Your goal:
Would you please copy each line below that includes the string "VerdictFilter"?

Data listing:
#####
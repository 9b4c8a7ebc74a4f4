"""The application factory: ``create_app(settings)`` builds one app for one database."""

from __future__ import annotations

import gc
from collections.abc import AsyncIterator, Awaitable, Callable
from contextlib import asynccontextmanager
from typing import Any

from fastapi import FastAPI, Request, status
from fastapi.encoders import jsonable_encoder
from fastapi.exceptions import RequestValidationError
from fastapi.responses import JSONResponse, RedirectResponse, Response
from fastapi.staticfiles import StaticFiles
from pydantic import ValidationError
from starlette.exceptions import HTTPException as StarletteHTTPException

from server.accounts.ratelimit import AttemptLog
from server.accounts.security import Signer
from server.common.errors import Conflict, Forbidden, InvalidInput, NotFound
from server.common.schemas import Problem
from server.config import Settings, get_settings
from server.db import make_engine, make_session_factory
from server.templating import ROOT

SECURITY_HEADERS = {
    "Content-Security-Policy": (
        "default-src 'self'; script-src 'self'; style-src 'self'; img-src 'self' data: blob:; "
        "connect-src 'self'; object-src 'none'; base-uri 'self'; form-action 'self'; "
        "frame-ancestors 'none'"
    ),
    "X-Content-Type-Options": "nosniff",
    "Referrer-Policy": "same-origin",
    "X-Frame-Options": "DENY",
    "Permissions-Policy": "geolocation=(), microphone=()",
}


def include_routers(app: FastAPI) -> None:
    from server.accounts import api as accounts_api
    from server.accounts import pages as accounts_pages
    from server.calc import api as calc_api
    from server.catalogue import api as catalogue_api
    from server.catalogue import pages as catalogue_pages
    from server.escape import api as escape_api
    from server.escape import pages as escape_pages
    from server.maintenance import api as maintenance_api
    from server.maintenance import pages as maintenance_pages
    from server.offline import pages as offline_pages
    from server.proposals import api as proposals_api
    from server.proposals import pages as proposals_pages
    from server.quotes import api as quotes_api
    from server.quotes import pages as quotes_pages
    from server.sites import api as sites_api
    from server.sites import pages as sites_pages
    from server.workorders import api as workorders_api
    from server.workorders import pages as workorders_pages

    app.include_router(accounts_api.router)
    app.include_router(accounts_pages.router)
    app.include_router(sites_api.router)
    app.include_router(catalogue_api.router)
    app.include_router(proposals_api.router)
    app.include_router(sites_pages.router)
    app.include_router(proposals_pages.router)
    app.include_router(catalogue_pages.router)
    app.include_router(calc_api.router)
    app.include_router(escape_api.router)
    app.include_router(escape_pages.router)
    app.include_router(quotes_api.router)
    app.include_router(workorders_api.router)
    app.include_router(quotes_pages.router)
    app.include_router(workorders_pages.router)
    app.include_router(maintenance_api.router)
    app.include_router(maintenance_pages.router)
    app.include_router(offline_pages.router)


def _field_named_in(message: str) -> str | None:
    """Rules across fields name their field first: ``"loaded_v: the loaded ..."``."""
    head, sep, _ = message.removeprefix("Value error, ").partition(": ")
    return head if sep and head.isidentifier() else None


def validation_details(errors: list[Any], *, prefix: tuple[str, ...] = ()) -> list[dict[str, Any]]:
    """FastAPI's 422 detail list, with the field added where a cross-field rule named it."""
    details = []
    for error in errors:
        loc = (*prefix, *error.get("loc", ()))
        field = _field_named_in(str(error.get("msg", "")))
        if field and (not loc or loc[-1] != field):
            loc = (*loc, field)
        details.append(
            {
                "loc": list(loc),
                "msg": error.get("msg", ""),
                "type": error.get("type", "value_error"),
            }
        )
    return details


def _wants_html(request: Request) -> bool:
    return not request.url.path.startswith("/api/") and "text/html" in request.headers.get(
        "accept", ""
    )


def install_error_handlers(app: FastAPI) -> None:
    @app.exception_handler(RequestValidationError)
    async def _request_invalid(_: Request, exc: RequestValidationError) -> JSONResponse:
        return JSONResponse(
            jsonable_encoder({"detail": validation_details(list(exc.errors()))}),
            status_code=status.HTTP_422_UNPROCESSABLE_CONTENT,
        )

    @app.exception_handler(ValidationError)
    async def _service_invalid(_: Request, exc: ValidationError) -> JSONResponse:
        return JSONResponse(
            jsonable_encoder({"detail": validation_details(list(exc.errors()), prefix=("body",))}),
            status_code=status.HTTP_422_UNPROCESSABLE_CONTENT,
        )

    @app.exception_handler(InvalidInput)
    async def _invalid(_: Request, exc: InvalidInput) -> JSONResponse:
        return JSONResponse(
            {"detail": [{"loc": ["body", exc.field], "msg": exc.message, "type": "value_error"}]},
            status_code=status.HTTP_422_UNPROCESSABLE_CONTENT,
        )

    @app.exception_handler(NotFound)
    async def _not_found(_: Request, exc: NotFound) -> JSONResponse:
        return JSONResponse({"detail": f"No such {exc.entity}."}, status_code=404)

    @app.exception_handler(Conflict)
    async def _conflict(_: Request, exc: Conflict) -> JSONResponse:
        return JSONResponse(
            jsonable_encoder({"detail": exc.message, "current": exc.current}), status_code=409
        )

    @app.exception_handler(Forbidden)
    async def _forbidden(_: Request, exc: Forbidden) -> JSONResponse:
        return JSONResponse({"detail": exc.message}, status_code=403)

    @app.exception_handler(StarletteHTTPException)
    async def _http(request: Request, exc: StarletteHTTPException) -> Response:
        if exc.status_code == status.HTTP_401_UNAUTHORIZED and _wants_html(request):
            return RedirectResponse(f"/signin?next={request.url.path}", status_code=303)
        return JSONResponse(
            {"detail": exc.detail}, status_code=exc.status_code, headers=exc.headers
        )


def create_app(settings: Settings | None = None) -> FastAPI:
    settings = settings or get_settings()
    engine = make_engine(settings.database_url, busy_timeout_ms=settings.sqlite_busy_timeout_ms)

    @asynccontextmanager
    async def lifespan(_: FastAPI) -> AsyncIterator[None]:
        # What start-up built (routes, schemas, templates) lives as long as the
        # process: keep it out of the garbage collector's walks, which otherwise
        # add 100 ms and more to the slowest requests.
        gc.freeze()
        yield
        engine.dispose()

    app = FastAPI(
        responses={
            401: {"model": Problem, "description": "Not signed in, or the token expired."},
            403: {"model": Problem, "description": "Your role may not do this, or no CSRF token."},
        },
        title="Emergency Lighting Retrofit Planner",
        version="0.1.0",
        summary="Survey, check, price, document and maintain emergency luminaire conversions.",
        lifespan=lifespan,
    )
    app.state.settings = settings
    app.state.engine = engine
    app.state.session_factory = make_session_factory(engine)
    app.state.signer = Signer(
        settings.secret_key,
        session_max_age_s=settings.session_max_age_s,
        token_max_age_s=settings.token_max_age_s,
    )
    app.state.signin_attempts = AttemptLog()

    @app.middleware("http")
    async def _security_headers(
        request: Request, call_next: Callable[[Request], Awaitable[Response]]
    ) -> Response:
        response = await call_next(request)
        for name, value in SECURITY_HEADERS.items():
            response.headers.setdefault(name, value)
        return response

    @app.get("/healthz", tags=["operations"], summary="Liveness probe (touches no database)")
    def healthz() -> dict[str, str]:
        return {"status": "ok"}

    install_error_handlers(app)
    app.mount("/static", StaticFiles(directory=str(ROOT / "static")), name="static")
    include_routers(app)
    return app
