"""Database engine, sessions and the declarative base shared by every feature."""

from __future__ import annotations

import uuid
from collections.abc import Iterator
from datetime import UTC, datetime
from pathlib import Path
from typing import Any

from sqlalchemy import (
    DateTime,
    Dialect,
    Engine,
    MetaData,
    TypeDecorator,
    create_engine,
    event,
)
from sqlalchemy.orm import DeclarativeBase, Session, sessionmaker

# Stable constraint names, so migrations can alter constraints on every engine.
NAMING_CONVENTION = {
    "ix": "ix_%(column_0_label)s",
    "uq": "uq_%(table_name)s_%(column_0_name)s",
    "ck": "ck_%(table_name)s_%(constraint_name)s",
    "fk": "fk_%(table_name)s_%(column_0_name)s_%(referred_table_name)s",
    "pk": "pk_%(table_name)s",
}


class UtcDateTime(TypeDecorator[datetime]):
    """A timestamp with time zone, read back as UTC-aware on every engine.

    PostgreSQL keeps the zone (timestamptz); SQLite stores text without it, so
    values read from SQLite are marked UTC, which is what was written.
    """

    impl = DateTime(timezone=True)
    cache_ok = True

    def process_bind_param(self, value: datetime | None, dialect: Dialect) -> datetime | None:
        if value is not None and value.tzinfo is None:
            raise ValueError("timestamps must carry a time zone (use server.db.utcnow())")
        return value

    def process_result_value(self, value: datetime | None, dialect: Dialect) -> datetime | None:
        if value is not None and value.tzinfo is None:
            return value.replace(tzinfo=UTC)
        return value


class Base(DeclarativeBase):
    metadata = MetaData(naming_convention=NAMING_CONVENTION)


def utcnow() -> datetime:
    return datetime.now(UTC)


def new_id() -> str:
    return str(uuid.uuid4())


def import_all_models() -> None:
    """Import every feature's models so Base.metadata knows every table."""
    from server.accounts import models as _accounts  # noqa: F401
    from server.audit import models as _audit  # noqa: F401
    from server.catalogue import models as _catalogue  # noqa: F401
    from server.escape import models as _escape  # noqa: F401
    from server.maintenance import models as _maintenance  # noqa: F401
    from server.proposals import models as _proposals  # noqa: F401
    from server.quotes import models as _quotes  # noqa: F401
    from server.sites import models as _sites  # noqa: F401
    from server.workorders import models as _workorders  # noqa: F401


def make_engine(database_url: str, *, busy_timeout_ms: int = 5000) -> Engine:
    """An engine for SQLite (WAL, foreign keys, busy timeout) or PostgreSQL."""
    if database_url.startswith("sqlite"):
        path = database_url.split("///", 1)[-1]
        if path and path != ":memory:":
            Path(path).parent.mkdir(parents=True, exist_ok=True)
        engine = create_engine(
            database_url,
            connect_args={"timeout": busy_timeout_ms / 1000, "check_same_thread": False},
        )

        @event.listens_for(engine, "connect")
        def _sqlite_pragmas(dbapi_connection: Any, _record: Any) -> None:
            cursor = dbapi_connection.cursor()
            cursor.execute("PRAGMA foreign_keys=ON")
            cursor.execute("PRAGMA journal_mode=WAL")
            cursor.execute(f"PRAGMA busy_timeout={int(busy_timeout_ms)}")
            # FULL: an acknowledged write survives a power cut, not only a crashed process.
            cursor.execute("PRAGMA synchronous=FULL")
            cursor.close()

        return engine
    return create_engine(database_url, pool_pre_ping=True)


def make_session_factory(engine: Engine) -> sessionmaker[Session]:
    return sessionmaker(bind=engine, expire_on_commit=False)


def session_scope(factory: sessionmaker[Session]) -> Iterator[Session]:
    with factory() as session:
        yield session
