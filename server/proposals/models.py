"""A proposal: the module and pack chosen for one fixture, with the stored checks."""

from __future__ import annotations

from datetime import datetime
from typing import Any

from sqlalchemy import JSON, Float, ForeignKey, String, Text
from sqlalchemy.orm import Mapped, mapped_column

from server.common.models import OrgOwned
from server.db import Base, UtcDateTime


class Proposal(OrgOwned, Base):
    __tablename__ = "proposals"

    fixture_id: Mapped[str] = mapped_column(
        String(36), ForeignKey("fixtures.id", ondelete="CASCADE"), unique=True
    )
    module_id: Mapped[str] = mapped_column(
        String(36), ForeignKey("emergency_modules.id", ondelete="RESTRICT"), index=True
    )
    pack_id: Mapped[str] = mapped_column(
        String(36), ForeignKey("battery_packs.id", ondelete="RESTRICT"), index=True
    )
    status: Mapped[str] = mapped_column(String(20), default="draft")
    verdict: Mapped[str | None] = mapped_column(String(10))
    findings: Mapped[list[dict[str, Any]]] = mapped_column(JSON, default=list)
    runtime_new_min: Mapped[float | None] = mapped_column(Float)
    runtime_end_of_life_min: Mapped[float | None] = mapped_column(Float)
    c_rate: Mapped[float | None] = mapped_column(Float)
    recharge_h: Mapped[float | None] = mapped_column(Float)
    eblf: Mapped[float | None] = mapped_column(Float)
    eblf_is_estimate: Mapped[bool | None] = mapped_column()
    emergency_lumens: Mapped[float | None] = mapped_column(Float)
    computed_at: Mapped[datetime | None] = mapped_column(UtcDateTime())
    override_reason: Mapped[str] = mapped_column(Text, default="")
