"""Hostile text in every survey field: the pages show it as typed, run none of it,
and keep their layout."""

from __future__ import annotations

from typing import Any

from tests.browser_support import Site, new_site, no_horizontal_scroll

SCRIPT = "<script>window.pwned=1</script>"
ATTRIBUTE = '"\'><img src=x onerror="window.pwned=2">'
UNICODE = "Ünïcödé \u202eevil\u202c ﷽ e\u0301 \u200b 🔋⚡ 中文"
LONG_WORD = "W" * 400  # no spaces: must wrap, not widen the page


def hostile_site(site: Site) -> dict[str, Any]:
    made = new_site(
        site,
        fixtures=[
            {
                "tag": "<b>&</para>",
                "location": SCRIPT + ATTRIBUTE,
                "lamp_type": "T8",
                "lamp_w": 36,
                "ballast": "electronic-instant-start",
                "notes": f"{SCRIPT} {ATTRIBUTE} {UNICODE} {LONG_WORD}",
            }
        ],
    )
    with site.api("surveyor") as api:
        building = made["building"]
        api.patch(
            f"/api/v1/buildings/{building['id']}",
            json={"version": building["version"], "name": f"{SCRIPT}{UNICODE}"[:200]},
        ).raise_for_status()
        area = made["area"]
        api.patch(
            f"/api/v1/areas/{area['id']}",
            json={"version": area["version"], "name": ATTRIBUTE, "notes": LONG_WORD},
        ).raise_for_status()
    return made


def test_pages_show_hostile_text_escaped_and_run_none_of_it(site: Site, page_as: Any) -> None:
    made = hostile_site(site)
    fixture_id = made["fixtures"][0]["id"]
    paths = [
        "/buildings",
        f"/buildings/{made['building']['id']}",
        f"/areas/{made['area']['id']}",
        f"/fixtures/{fixture_id}",
        f"/areas/{made['area']['id']}/proposals",
        f"/fixtures/{fixture_id}/proposal",
        f"/maintenance/fixtures/{fixture_id}",
    ]
    for viewport in ("820x1180", "1440x900"):
        page = page_as("estimator", viewport)
        dialogs: list[str] = []
        page.on("dialog", lambda dialog, seen=dialogs: seen.append(dialog.message))
        for path in paths:
            answer = page.goto(path)
            assert answer is not None and answer.status == 200, path
            assert page.evaluate("() => window.pwned") is None, path
            injected = page.evaluate(
                """() => ({
                    handlers: document.querySelectorAll('[onerror], [onload]').length,
                    scripts: [...document.scripts].filter(
                        s => s.textContent.includes('pwned')).length,
                    images: document.querySelectorAll('img[src="x"]').length,
                })"""
            )
            assert injected == {"handlers": 0, "scripts": 0, "images": 0}, (path, injected)
            assert no_horizontal_scroll(page), (viewport, path)
        assert dialogs == []
        fixture_page = page.goto(f"/fixtures/{fixture_id}")
        assert fixture_page is not None
        assert page.get_by_text("<b>&</para>").first.is_visible()
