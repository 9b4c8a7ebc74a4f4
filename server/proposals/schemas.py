"""API shapes for proposals: the chosen module and pack, the stored checks, suggestions."""

from __future__ import annotations

import uuid
from datetime import datetime
from decimal import Decimal
from enum import StrEnum

from pydantic import Field

from server.calc.schemas import FindingOut
from server.common.schemas import LongText, ReadBase, StrictModel
from server.engineering.findings import Verdict
from server.sites.schemas import FixtureCreate


class Status(StrEnum):
    """Where a proposal stands. The quote builder takes the accepted ones."""

    DRAFT = "draft"
    ACCEPTED = "accepted"


class VerdictFilter(StrEnum):
    """An area's fixtures by the verdict of their proposal, or those without one."""

    PASS = "pass"
    WARN = "warn"
    FAIL = "fail"
    NONE = "none"


class ProposalRead(ReadBase):
    fixture_id: str
    module_id: str
    pack_id: str
    status: Status
    verdict: Verdict | None
    findings: list[FindingOut] = Field(description="What the checks said, worst first.")
    runtime_new_min: float | None = Field(description="Run-time with a new pack. [min]")
    runtime_end_of_life_min: float | None = Field(
        description="Run-time at end of pack life (80 % capacity). [min]"
    )
    c_rate: float | None = Field(description="Battery current over rated capacity. [1/h]")
    recharge_h: float | None = Field(description="Recharge time from flat. [h]")
    eblf: float | None = Field(description="Emergency ballast lumen factor. [-]")
    eblf_is_estimate: bool | None = Field(description="True when the EBLF is estimated.")
    emergency_lumens: float | None = Field(description="Light output on battery. [lm]")
    computed_at: datetime | None
    override_reason: str


class ProposalPut(StrictModel):
    """Choose the module and pack. Send ``version`` to change an existing proposal."""

    module_id: str = Field(min_length=1, max_length=36)
    pack_id: str = Field(min_length=1, max_length=36)
    version: int | None = Field(
        default=None, ge=1, description="The version read; leave out to create."
    )
    id: uuid.UUID | None = Field(
        default=None, description="Optional client-made UUID for the proposal."
    )


class AcceptBody(StrictModel):
    version: int = Field(ge=1, description="The version read.")
    override_reason: LongText = Field(
        default="", description="Needed when the checks fail: why the fixture is accepted anyway."
    )


class UnacceptBody(StrictModel):
    version: int = Field(ge=1, description="The version read.")


class SuggestBody(StrictModel):
    apply: bool = Field(
        default=True, description="Store the suggestion as the proposal when it passes."
    )
    version: int | None = Field(
        default=None, ge=1, description="The version read, when a proposal exists."
    )


class CombinationRead(StrictModel):
    module_id: str
    module_name: str
    pack_id: str
    pack_name: str
    price: Decimal = Field(description="Module price plus pack price.")
    verdict: Verdict
    findings: list[FindingOut]


class SuggestionRead(StrictModel):
    passes: bool = Field(description="True when a combination passes every rule.")
    explanation: str
    combinations: int = Field(description="Module and pack pairs checked.")
    combination: CombinationRead | None = Field(
        description="The cheapest passing pair, or the nearest miss when none passes."
    )
    proposal: ProposalRead | None = Field(description="The proposal stored, when applied.")


class CheckBody(StrictModel):
    """A fixture as surveyed (saved or not) with a module and pack of the catalogue."""

    fixture: FixtureCreate
    module_id: str = Field(min_length=1, max_length=36)
    pack_id: str = Field(min_length=1, max_length=36)


class CheckRead(StrictModel):
    verdict: Verdict
    findings: list[FindingOut]
    runtime_new_min: float | None
    runtime_end_of_life_min: float | None
    required_min: float
    c_rate: float
    recharge_h: float
    eblf: float
    eblf_is_estimate: bool
    emergency_lumens: float | None
    assumptions: list[str]
    cautions: list[str]


class FixtureProposalRead(StrictModel):
    fixture_id: str
    tag: str
    stale: bool = Field(description="The survey or the catalogue changed after the checks ran.")
    proposal: ProposalRead | None


class AreaProposalsRead(StrictModel):
    area_id: str
    counts: dict[VerdictFilter, int]
    items: list[FixtureProposalRead]
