def _catalogue_item(session: Session, model: type[T], org_id: str, record_id: str, field: str) -> T:
    item = session.get(model, record_id)
    if item is None or getattr(item, "org_id", None) != org_id:
        raise InvalidInput(field, "no such item in your catalogue")
    return item


def fixture_of(*, session: Session, org_id: str, fixture_id: str) -> Fixture:
    return crud.get_owned(session, Fixture, org_id=org_id, record_id=fixture_id)


def catalogue_pair(
    *, session: Session, org_id: str, module_id: str, pack_id: str
) -> tuple[EmergencyModule, BatteryPack]:
    """A module and a pack of the firm's catalogue (422 naming the field otherwise)."""
    module = _catalogue_item(session, EmergencyModule, org_id, module_id, "module_id")
    pack = _catalogue_item(session, BatteryPack, org_id, pack_id, "pack_id")
    return module, pack


def _commit_change(
    session: Session, user: User, proposal: Proposal, changes: dict[str, Any], action: str
) -> None:
    current = as_read(proposal)
    for name, value in changes.items():
        setattr(proposal, name, value)
    audit.record(
        session=session,
        user=user,
        org_id=proposal.org_id,
        entity=Proposal.__tablename__,
        entity_id=proposal.id,
        action=action,
        changes={
            name: value
            for name, value in changes.items()
            if name in ("module_id", "pack_id", "status", "verdict", "override_reason")
        },
    )
    try:
        session.commit()
    except StaleDataError:
        session.rollback()
        raise Conflict(
            "Someone else changed this proposal at the same moment. Nothing was changed.",
            current=current,
        ) from None


def _check_version(proposal: Proposal, version: int | None) -> None:
    if version != proposal.version:
        raise Conflict(
            f"Someone else changed this proposal first (you saw version {version}, it is now "
            f"at version {proposal.version}). Nothing was changed.",
            current=as_read(proposal),
        )


def _acceptance_kept(proposal: Proposal, changes: dict[str, Any]) -> dict[str, Any]:
    """Changes with the acceptance withdrawn when fresh checks fail and no reason was given.

    An accepted proposal whose checks now fail (the survey or the catalogue
    changed) goes back to draft rather than reach the quote unexplained.
    """
    failing = changes.get("verdict") == Verdict.FAIL.value
    accepted = changes.get("status", proposal.status) == Status.ACCEPTED.value
    if failing and accepted and not changes.get("override_reason", proposal.override_reason):
        return {**changes, "status": Status.DRAFT.value}
    return changes


def save_proposal(
    *,
    session: Session,
    user: User,
    fixture_id: str,
    module_id: str,
    pack_id: str,
    version: int | None = None,
    proposal_id: str | None = None,
    today: date | None = None,
) -> tuple[Proposal, bool]:
    """Choose a module and pack for a fixture and store the checks' result.

    Returns the proposal and whether it was created now. Without
    ``version`` it creates; sent again with the same choice it answers the
    stored proposal (a retry). Changing a stored proposal needs the version
    it was read at; a new choice goes back to draft.
    """
    fixture = crud.get_owned(session, Fixture, org_id=user.org_id, record_id=fixture_id)
    module = _catalogue_item(session, EmergencyModule, user.org_id, module_id, "module_id")
    pack = _catalogue_item(session, BatteryPack, user.org_id, pack_id, "pack_id")
    existing = proposal_of(session=session, org_id=user.org_id, fixture_id=fixture.id)
    if existing is not None:
        same_choice = existing.module_id == module.id and existing.pack_id == pack.id
        if version is None and same_choice:
            return existing, False
        if version is None:
            raise Conflict(
                f"This fixture already has a proposal (version {existing.version}); send "
                "that version to change it.",
                current=as_read(existing),
            )
        _check_version(existing, version)
    result = evaluate(
        session=session, org_id=user.org_id, fixture=fixture, module=module, pack=pack, today=today
    )
    columns = _result_columns(result, utcnow())
    if existing is not None:
        changes = {"module_id": module.id, "pack_id": pack.id, **columns}
        if not same_choice:
            changes.update(status=Status.DRAFT.value, override_reason="")
        _commit_change(session, user, existing, _acceptance_kept(existing, changes), "update")
        return existing, False
    if proposal_id is not None and session.get(Proposal, proposal_id) is not None:
        raise Conflict("This proposal id is already used by another fixture; make a new id.")
    proposal = Proposal(
        org_id=user.org_id,
        fixture_id=fixture.id,
        module_id=module.id,
        pack_id=pack.id,
        status=Status.DRAFT.value,
        override_reason="",
        **columns,
    )
    if proposal_id is not None:
        proposal.id = proposal_id
    session.add(proposal)
    try:
        session.flush()
    except IntegrityError:
        session.rollback()
        raise Conflict("Someone else made this fixture's proposal at the same moment.") from None
    audit.record(
        session=session,
        user=user,
        org_id=user.org_id,
        entity=Proposal.__tablename__,
        entity_id=proposal.id,
        action="create",
        changes={"module_id": module.id, "pack_id": pack.id, "verdict": proposal.verdict},
    )
    session.commit()
    return proposal, True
#####
Response to the exercise:
class VerdictFilter(StrEnum):
    counts: dict[VerdictFilter, int]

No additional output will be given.